EXERCISE DETAILS:
For each line of the data below, copy it if it holds the word "symmetry".

(Stored data)

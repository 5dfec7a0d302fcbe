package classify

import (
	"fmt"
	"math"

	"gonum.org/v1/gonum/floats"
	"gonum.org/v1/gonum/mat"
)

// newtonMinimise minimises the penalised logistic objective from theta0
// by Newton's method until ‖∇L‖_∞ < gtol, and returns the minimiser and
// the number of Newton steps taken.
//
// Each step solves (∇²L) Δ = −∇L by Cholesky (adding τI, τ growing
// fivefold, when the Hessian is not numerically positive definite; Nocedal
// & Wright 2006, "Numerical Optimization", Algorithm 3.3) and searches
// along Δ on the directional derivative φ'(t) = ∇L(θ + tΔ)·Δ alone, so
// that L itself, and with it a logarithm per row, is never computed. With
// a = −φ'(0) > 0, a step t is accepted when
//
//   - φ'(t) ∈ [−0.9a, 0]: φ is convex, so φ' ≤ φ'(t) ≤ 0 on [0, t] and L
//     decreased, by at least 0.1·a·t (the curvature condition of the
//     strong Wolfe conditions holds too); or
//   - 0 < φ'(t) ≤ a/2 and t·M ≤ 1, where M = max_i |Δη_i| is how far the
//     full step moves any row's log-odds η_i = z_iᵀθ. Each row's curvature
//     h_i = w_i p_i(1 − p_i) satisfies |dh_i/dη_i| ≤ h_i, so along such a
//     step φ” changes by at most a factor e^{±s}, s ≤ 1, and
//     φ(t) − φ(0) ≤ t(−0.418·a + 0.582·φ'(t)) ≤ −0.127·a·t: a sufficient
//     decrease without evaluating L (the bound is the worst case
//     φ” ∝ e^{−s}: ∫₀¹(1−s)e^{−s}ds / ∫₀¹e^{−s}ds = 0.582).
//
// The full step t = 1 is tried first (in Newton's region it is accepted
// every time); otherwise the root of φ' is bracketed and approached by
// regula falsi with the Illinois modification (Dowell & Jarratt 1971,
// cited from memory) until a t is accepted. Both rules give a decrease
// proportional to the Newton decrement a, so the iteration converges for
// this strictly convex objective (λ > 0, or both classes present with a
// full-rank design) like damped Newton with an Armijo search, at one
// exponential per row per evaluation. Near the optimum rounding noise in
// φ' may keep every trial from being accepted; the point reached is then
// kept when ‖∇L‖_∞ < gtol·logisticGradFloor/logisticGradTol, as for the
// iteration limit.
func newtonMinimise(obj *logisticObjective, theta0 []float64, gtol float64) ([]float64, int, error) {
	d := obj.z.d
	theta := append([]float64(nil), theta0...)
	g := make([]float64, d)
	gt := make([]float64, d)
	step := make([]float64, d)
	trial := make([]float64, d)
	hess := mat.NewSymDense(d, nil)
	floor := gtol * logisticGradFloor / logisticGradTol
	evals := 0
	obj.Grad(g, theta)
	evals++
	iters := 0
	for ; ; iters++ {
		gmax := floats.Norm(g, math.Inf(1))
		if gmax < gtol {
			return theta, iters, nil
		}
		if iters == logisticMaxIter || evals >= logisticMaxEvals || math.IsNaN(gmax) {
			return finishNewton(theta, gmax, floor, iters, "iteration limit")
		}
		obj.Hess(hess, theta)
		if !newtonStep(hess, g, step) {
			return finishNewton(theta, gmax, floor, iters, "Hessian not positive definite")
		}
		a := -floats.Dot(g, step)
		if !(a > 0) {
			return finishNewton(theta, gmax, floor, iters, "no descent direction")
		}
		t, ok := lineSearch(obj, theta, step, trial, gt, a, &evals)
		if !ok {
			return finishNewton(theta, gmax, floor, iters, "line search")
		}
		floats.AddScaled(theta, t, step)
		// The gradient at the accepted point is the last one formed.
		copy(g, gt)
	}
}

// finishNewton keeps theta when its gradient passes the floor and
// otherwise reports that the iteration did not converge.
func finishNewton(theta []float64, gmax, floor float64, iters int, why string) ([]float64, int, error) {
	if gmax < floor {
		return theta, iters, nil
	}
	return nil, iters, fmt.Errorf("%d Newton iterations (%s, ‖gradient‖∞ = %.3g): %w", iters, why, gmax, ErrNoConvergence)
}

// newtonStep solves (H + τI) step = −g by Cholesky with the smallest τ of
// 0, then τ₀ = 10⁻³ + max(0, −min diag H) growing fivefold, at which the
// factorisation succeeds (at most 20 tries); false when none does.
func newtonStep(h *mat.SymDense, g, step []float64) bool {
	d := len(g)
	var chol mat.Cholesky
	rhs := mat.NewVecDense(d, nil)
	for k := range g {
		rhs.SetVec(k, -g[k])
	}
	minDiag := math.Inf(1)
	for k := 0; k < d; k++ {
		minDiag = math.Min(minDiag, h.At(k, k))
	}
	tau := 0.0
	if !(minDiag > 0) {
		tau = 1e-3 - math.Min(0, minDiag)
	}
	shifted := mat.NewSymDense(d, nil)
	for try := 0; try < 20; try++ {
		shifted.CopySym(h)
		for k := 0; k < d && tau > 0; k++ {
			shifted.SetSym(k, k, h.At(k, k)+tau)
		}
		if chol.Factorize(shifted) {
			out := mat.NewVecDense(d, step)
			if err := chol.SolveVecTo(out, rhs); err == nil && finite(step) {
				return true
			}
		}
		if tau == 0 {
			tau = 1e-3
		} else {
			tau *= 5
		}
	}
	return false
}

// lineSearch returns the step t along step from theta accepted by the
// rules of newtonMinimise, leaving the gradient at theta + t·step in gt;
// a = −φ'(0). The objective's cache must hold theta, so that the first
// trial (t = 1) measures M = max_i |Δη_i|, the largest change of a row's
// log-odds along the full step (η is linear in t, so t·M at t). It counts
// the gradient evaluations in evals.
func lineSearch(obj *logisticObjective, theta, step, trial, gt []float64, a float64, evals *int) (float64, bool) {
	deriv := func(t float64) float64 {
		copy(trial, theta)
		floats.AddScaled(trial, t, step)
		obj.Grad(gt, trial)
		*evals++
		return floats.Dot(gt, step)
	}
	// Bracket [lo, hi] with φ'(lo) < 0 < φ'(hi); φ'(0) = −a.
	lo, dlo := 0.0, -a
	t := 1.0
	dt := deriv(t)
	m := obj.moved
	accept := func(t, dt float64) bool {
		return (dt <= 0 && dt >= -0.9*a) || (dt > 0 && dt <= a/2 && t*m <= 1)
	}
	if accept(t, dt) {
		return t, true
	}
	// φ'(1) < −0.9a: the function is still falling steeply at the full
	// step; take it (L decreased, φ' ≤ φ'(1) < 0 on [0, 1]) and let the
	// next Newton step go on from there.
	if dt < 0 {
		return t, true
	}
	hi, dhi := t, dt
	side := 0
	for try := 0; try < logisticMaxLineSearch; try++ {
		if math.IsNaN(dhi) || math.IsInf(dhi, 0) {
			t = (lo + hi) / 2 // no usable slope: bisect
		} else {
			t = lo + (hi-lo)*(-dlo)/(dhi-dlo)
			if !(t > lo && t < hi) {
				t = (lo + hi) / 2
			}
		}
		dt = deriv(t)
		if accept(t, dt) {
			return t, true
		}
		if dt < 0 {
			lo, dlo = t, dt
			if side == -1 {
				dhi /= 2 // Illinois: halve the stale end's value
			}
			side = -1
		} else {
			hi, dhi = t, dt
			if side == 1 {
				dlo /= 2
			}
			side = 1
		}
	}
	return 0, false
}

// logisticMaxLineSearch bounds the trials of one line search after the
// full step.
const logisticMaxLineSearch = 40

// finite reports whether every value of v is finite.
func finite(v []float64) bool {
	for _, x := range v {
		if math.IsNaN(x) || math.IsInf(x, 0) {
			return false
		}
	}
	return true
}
==
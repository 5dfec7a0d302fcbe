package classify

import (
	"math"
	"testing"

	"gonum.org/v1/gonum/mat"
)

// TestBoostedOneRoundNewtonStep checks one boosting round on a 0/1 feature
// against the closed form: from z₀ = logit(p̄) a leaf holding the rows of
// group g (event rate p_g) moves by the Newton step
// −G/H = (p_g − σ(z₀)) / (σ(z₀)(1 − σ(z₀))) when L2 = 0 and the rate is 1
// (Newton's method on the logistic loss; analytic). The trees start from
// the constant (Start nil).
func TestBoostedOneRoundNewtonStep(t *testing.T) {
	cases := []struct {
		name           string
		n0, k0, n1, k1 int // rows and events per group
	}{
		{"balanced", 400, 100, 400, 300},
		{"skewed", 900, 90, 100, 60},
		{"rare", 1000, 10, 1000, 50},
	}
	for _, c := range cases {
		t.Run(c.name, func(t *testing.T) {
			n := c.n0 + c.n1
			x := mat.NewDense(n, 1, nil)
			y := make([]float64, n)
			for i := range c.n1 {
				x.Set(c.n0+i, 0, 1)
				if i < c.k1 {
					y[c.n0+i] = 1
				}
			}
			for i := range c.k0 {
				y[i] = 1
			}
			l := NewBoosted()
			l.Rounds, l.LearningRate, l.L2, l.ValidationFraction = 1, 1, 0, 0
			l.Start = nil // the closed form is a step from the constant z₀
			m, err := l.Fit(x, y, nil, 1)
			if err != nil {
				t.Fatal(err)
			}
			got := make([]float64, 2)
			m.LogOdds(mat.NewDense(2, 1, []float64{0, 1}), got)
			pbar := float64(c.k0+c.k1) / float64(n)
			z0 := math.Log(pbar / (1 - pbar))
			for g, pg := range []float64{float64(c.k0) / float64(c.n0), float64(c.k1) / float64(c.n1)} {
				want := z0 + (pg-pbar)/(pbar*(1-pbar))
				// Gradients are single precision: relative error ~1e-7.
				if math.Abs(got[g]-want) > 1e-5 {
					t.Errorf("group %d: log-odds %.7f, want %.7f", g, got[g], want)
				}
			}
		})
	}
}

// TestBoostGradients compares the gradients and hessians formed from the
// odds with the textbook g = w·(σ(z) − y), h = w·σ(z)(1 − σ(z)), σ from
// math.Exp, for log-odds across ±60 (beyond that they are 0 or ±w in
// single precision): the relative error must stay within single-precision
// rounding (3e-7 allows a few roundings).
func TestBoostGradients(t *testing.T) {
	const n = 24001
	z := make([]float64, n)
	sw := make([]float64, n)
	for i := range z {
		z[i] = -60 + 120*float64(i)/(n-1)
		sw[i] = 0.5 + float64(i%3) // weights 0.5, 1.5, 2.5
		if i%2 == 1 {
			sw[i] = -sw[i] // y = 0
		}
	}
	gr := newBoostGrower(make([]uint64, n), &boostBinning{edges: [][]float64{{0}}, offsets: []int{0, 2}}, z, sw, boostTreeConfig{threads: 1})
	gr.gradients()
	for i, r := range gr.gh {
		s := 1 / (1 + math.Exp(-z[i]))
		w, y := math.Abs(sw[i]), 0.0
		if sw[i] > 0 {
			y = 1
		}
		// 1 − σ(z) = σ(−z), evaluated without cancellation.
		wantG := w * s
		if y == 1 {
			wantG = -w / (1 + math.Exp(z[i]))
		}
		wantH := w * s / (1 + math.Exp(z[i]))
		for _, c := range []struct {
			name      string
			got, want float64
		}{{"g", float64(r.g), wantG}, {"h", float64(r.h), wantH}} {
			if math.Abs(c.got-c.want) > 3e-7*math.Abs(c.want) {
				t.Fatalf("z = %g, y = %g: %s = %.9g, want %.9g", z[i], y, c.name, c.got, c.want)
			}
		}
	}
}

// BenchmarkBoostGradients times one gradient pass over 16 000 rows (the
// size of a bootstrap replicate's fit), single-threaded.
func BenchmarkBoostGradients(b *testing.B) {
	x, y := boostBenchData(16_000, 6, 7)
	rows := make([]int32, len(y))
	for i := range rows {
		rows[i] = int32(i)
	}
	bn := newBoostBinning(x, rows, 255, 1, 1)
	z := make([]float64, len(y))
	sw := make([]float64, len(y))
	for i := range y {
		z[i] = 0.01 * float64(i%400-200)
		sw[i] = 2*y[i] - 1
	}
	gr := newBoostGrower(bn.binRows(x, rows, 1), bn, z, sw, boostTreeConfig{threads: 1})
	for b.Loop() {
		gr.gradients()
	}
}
--
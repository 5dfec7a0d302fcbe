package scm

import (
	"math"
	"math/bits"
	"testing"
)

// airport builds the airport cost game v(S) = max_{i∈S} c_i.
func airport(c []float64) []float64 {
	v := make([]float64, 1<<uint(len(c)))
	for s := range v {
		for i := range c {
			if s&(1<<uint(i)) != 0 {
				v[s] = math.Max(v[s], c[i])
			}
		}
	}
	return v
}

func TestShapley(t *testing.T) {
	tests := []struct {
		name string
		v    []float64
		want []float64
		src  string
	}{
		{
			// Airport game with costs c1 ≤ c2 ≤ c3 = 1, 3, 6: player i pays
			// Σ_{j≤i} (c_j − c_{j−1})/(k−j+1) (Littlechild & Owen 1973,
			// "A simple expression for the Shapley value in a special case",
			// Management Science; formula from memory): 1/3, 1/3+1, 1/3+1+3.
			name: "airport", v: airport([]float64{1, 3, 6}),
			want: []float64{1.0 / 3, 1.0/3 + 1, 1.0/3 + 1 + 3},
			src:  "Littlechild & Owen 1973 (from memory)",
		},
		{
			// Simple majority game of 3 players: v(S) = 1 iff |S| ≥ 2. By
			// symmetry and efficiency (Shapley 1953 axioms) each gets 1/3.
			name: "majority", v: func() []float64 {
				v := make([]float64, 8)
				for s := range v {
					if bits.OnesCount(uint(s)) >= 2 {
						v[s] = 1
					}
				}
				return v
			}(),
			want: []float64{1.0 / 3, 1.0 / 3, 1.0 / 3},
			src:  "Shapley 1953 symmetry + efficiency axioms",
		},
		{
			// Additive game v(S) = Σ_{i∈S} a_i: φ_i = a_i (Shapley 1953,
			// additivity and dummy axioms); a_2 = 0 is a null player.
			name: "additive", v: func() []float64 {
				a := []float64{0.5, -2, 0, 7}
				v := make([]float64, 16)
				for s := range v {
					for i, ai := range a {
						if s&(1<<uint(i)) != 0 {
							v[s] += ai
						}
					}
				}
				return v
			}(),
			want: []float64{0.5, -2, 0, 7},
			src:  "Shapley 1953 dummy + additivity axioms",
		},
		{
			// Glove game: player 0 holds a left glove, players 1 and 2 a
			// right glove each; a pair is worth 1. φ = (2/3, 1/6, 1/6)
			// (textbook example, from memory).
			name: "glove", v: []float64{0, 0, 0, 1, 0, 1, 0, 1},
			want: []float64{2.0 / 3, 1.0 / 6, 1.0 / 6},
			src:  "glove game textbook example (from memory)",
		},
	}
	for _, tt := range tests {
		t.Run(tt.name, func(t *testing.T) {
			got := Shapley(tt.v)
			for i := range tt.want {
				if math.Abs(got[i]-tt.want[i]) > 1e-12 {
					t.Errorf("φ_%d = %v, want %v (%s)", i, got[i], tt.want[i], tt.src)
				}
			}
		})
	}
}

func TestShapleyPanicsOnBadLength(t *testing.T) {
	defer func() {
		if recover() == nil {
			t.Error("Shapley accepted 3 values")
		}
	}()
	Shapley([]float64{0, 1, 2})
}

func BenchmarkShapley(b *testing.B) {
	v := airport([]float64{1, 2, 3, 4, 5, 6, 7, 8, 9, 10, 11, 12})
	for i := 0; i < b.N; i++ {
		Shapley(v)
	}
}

YOUR SOLUTION:
			// symmetry and efficiency (Shapley 1953 axioms) each gets 1/3.
			src:  "Shapley 1953 symmetry + efficiency axioms",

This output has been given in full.